After you copy the drive, run fsck on the new drive.

The problem is that fsck will get confused when it encounters the bad blocks, and may do something stupid.

If it's a hardware problem, fsck won't be able to fix it and most probably will just make the situation worst.

Unfortunately, I had to learn that the hard way

karmicro · 02-10-2002, 07:56 AM

actually this is pretty interesting to us.

we have had several systems that are not booted very often, since the control systems run 24/7 indefinitely.

since version 6.2 we have had a problem with bad superblocks several times with western digital AND seagate 40 gb drives, and with asus and other mother boards...

yes indeed, a little scary.

We have been able to painfully recover by mounting the primary partion, using dumpe2fs to find the backup superblock, and rebuilt the file system...

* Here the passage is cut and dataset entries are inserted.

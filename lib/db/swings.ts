import 'server-only';
import type { Viewer } from '@/lib/auth/viewer';
import { db } from '@/lib/db/client';
import { jsonColumn, r0, r1, r2, r3, toIsoDate } from '@/lib/db/values';
import { ForbiddenError, NotFoundError } from '@/lib/http';
import { athleteAccess } from '@/lib/auth/access';
import { eventNames, phaseNames, type SwingDetail, type SwingView } from '@/lib/contracts/swings';
import { listAnnotations } from '@/lib/swings/annotations';
import { labelsOf } from '@/lib/swings/labels';
import { correctionsView, siblingsView } from '@/lib/swings/viewer-data';
import { payloadTextOf } from '@/lib/swings/payload';
import type { SwingPayload } from '@/lib/swings/payload-build';

// One swing with its phase table and the values at its events, for the swing page and GET /api/swings/:id; with
// getSwingForViewer also the viewer's data (lib/swings/viewer-data.ts), labels, notes and the correction audit.
// Numbers are rounded the way `npm run analyze` prints them (lib/recordings/views.ts): times to 3 decimals,
// percentages and millimetres to 1, mm/s to whole numbers, the tempo ratio to 2, so the page and the CLI can be compared 1:1.

function jsonObject(value: unknown): Record<string, unknown> {
  return jsonColumn<Record<string, unknown>>(value) ?? {};
}

type ReaderPart = Omit<SwingView, keyof SwingPayload>;

/**
 * The per-reader part of a swing's view, after the access check (getSwingDetail): 404 for an unknown id or a swing
 * of an athlete the viewer does not see (coach: roster; student: own). A student gets only the notes shared with
 * them and no correction audit. With it the stored payload text every reader shares (lib/swings/payload.ts).
 */
async function swingViewParts(viewer: Viewer, swingId: number): Promise<{ reader: ReaderPart; payloadText: string }> {
  const { detail, access } = await getSwingDetail(viewer, swingId);
  const isCoach = access === 'coach';
  const [payloadText, siblings, labelRow, annotations, corrections] = await Promise.all([
    payloadTextOf(swingId),
    siblingsView(swingId, detail.recording.id, detail.index, detail.athlete.id),
    db('swing_labels').where({ swing_id: swingId }).first(),
    listAnnotations(swingId, !isCoach),
    isCoach ? correctionsView(swingId) : Promise.resolve([]),
  ]);
  const reader: ReaderPart = { ...detail, siblings, labels: labelsOf(labelRow, detail.hidden), annotations, corrections, canEdit: isCoach };
  return { reader, payloadText };
}

/** The GET /api/swings/:id body as JSON text: the reader's part with the stored payload spliced in unparsed. */
export async function swingViewText(viewer: Viewer, swingId: number): Promise<string> {
  const { reader, payloadText } = await swingViewParts(viewer, swingId);
  const head = JSON.stringify(reader);
  // both are JSON objects: '{...reader' + ',' + 'payload...}' ; an empty payload object is never stored
  return `{"swing":${head.slice(0, -1)},${payloadText.slice(1)}}`;
}

/** The swing's view as an object (server components; the same parts as the route). */
export async function getSwingForViewer(viewer: Viewer, swingId: number): Promise<SwingView> {
  const { reader, payloadText } = await swingViewParts(viewer, swingId);
  return { ...reader, ...(JSON.parse(payloadText) as SwingPayload) };
}

/** The numbers only (what the swing page's tables show). */
export async function getSwingDetail(viewer: Viewer, swingId: number): Promise<{ detail: SwingDetail; access: 'coach' | 'student' }> {
  const row = await db('swings as s')
    .join('recordings as r', 'r.id', 's.recording_id')
    .join('practice_sessions as p', 'p.id', 'r.session_id')
    .join('athletes as a', 'a.id', 'r.athlete_id')
    .where('s.id', swingId)
    .whereNull('r.binned_at') // a swing of a deleted session or recording is unknown until it is restored
    .whereNull('p.binned_at')
    .first(
      's.id',
      's.swing_index',
      's.start_s',
      's.end_s',
      's.impact_source',
      's.tempo_ratio',
      's.hidden',
      's.stale',
      's.partial',
      's.forward_press_s',
      's.forward_press_mm',
      's.promoted',
      'r.id as recording_id',
      'r.filename',
      'r.algorithm_version',
      'r.parameters',
      'r.athlete_id',
      'p.id as session_id',
      'p.session_date',
      'p.context',
      'a.display_name',
      'a.date_of_birth',
    );
  if (!row) throw new NotFoundError('No swing with this id.');
  const access = await athleteAccess(viewer, Number(row.athlete_id));
  if (!access) throw new NotFoundError('No swing with this id.');

  const [events, values, phases] = await Promise.all([
    db('swing_events').where({ swing_id: swingId }).select('name', 'time_s', 'source', 'auto_time_s', 'misfit'),
    db('swing_event_values').where({ swing_id: swingId }).select('event', 'lead_pct', 'lead_heel_pct', 'trail_heel_pct', 'cop_x_mm', 'cop_y_mm'),
    db('swing_phase_metrics').where({ swing_id: swingId }).select('phase', 'duration_s', 'cop_path_mm', 'peak_cop_speed_mm_s', 'mean_lead_pct'),
  ]);

  const detail: SwingDetail = {
    id: Number(row.id),
    index: Number(row.swing_index),
    startS: r3(row.start_s) ?? 0,
    endS: r3(row.end_s) ?? 0,
    impactSource: row.impact_source,
    tempoRatio: r2(row.tempo_ratio),
    hidden: Boolean(row.hidden),
    stale: Boolean(row.stale),
    partial: Boolean(row.partial),
    forwardPress: row.forward_press_s === null ? null : { timeS: r3(row.forward_press_s) ?? 0, sizeMm: r1(row.forward_press_mm) ?? 0 },
    promoted: row.promoted ?? null,
    recording: {
      id: Number(row.recording_id),
      filename: row.filename,
      algorithmVersion: row.algorithm_version ?? null,
      parameters: jsonObject(row.parameters),
    },
    session: { id: Number(row.session_id), sessionDate: toIsoDate(row.session_date) ?? '', context: row.context },
    athlete: { id: Number(row.athlete_id), displayName: row.display_name, dateOfBirth: toIsoDate(row.date_of_birth) },
    // In event order, not row order.
    events: eventNames
      .map((name) => ({ name, e: events.find((x) => x.name === name), v: values.find((x) => x.event === name) }))
      .filter(({ e }) => e !== undefined)
      .map(({ name, e, v }) => ({
        name,
        timeS: r3(e.time_s) ?? 0,
        source: e.source,
        autoTimeS: r3(e.auto_time_s),
        misfit: Boolean(e.misfit),
        leadPct: r1(v?.lead_pct),
        leadHeelPct: r1(v?.lead_heel_pct),
        trailHeelPct: r1(v?.trail_heel_pct),
        copXMm: r1(v?.cop_x_mm),
        copYMm: r1(v?.cop_y_mm),
      })),
    phases: phaseNames
      .map((name) => ({ name, p: phases.find((x) => x.phase === name) }))
      .filter(({ p }) => p !== undefined)
      .map(({ name, p }) => ({
        name,
        durationS: r3(p.duration_s),
        copPathMm: r1(p.cop_path_mm),
        peakCopSpeedMmS: r0(p.peak_cop_speed_mm_s),
        meanLeadPct: r1(p.mean_lead_pct),
      })),
  };
  return { detail, access };
}

/** The GET /api/swings/:id `swing` body for server components (the same function the route uses). */
export const getSwingViewForViewer = getSwingForViewer;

we not keep a copy of the output of fdisk and the dumpe2fs so that we can rebuild the drives.

the drives checkout fine, and the same drive can be reused with no problems.

we no longer think that this is a hardware issue, but have been unable to find a good answer. Perhaps there are others with systems that have this, but as most people reboot the systems more often, everyone thinks they are having a unique or hardware issue.

we are trying to force reboots just to see if this stops if we reboot one a week/month..

also, in at least one instance, the drive had "falsely failed to read" prior to system restart (which is the only reason it was rebooted).

too many times to be coincidental we think.. and we are not newbies.

micro

karmicro · 02-10-2002, 07:59 AM

ah. forgot.

we have had it happen on 6.2, 7.1, 7.2.

i believe we also had one on a 5.2 machine, and one on a 5.0, but those may have truly been bad drives since they wouldn't come back to life.

DavidPhillips · 02-10-2002, 10:06 PM

I had one Hard drive go out running RH 7.2.

The system was up but it was making noise that sounded like the heads banging on something.

I decided to reboot the system. The hard drive making noise was dead. I did not think to check it before rebooting.

It had been unattended for about a month, I guess the system was only running on the other hard drive.

I have several other systems up for months and no other types of hard drive issues have been seen.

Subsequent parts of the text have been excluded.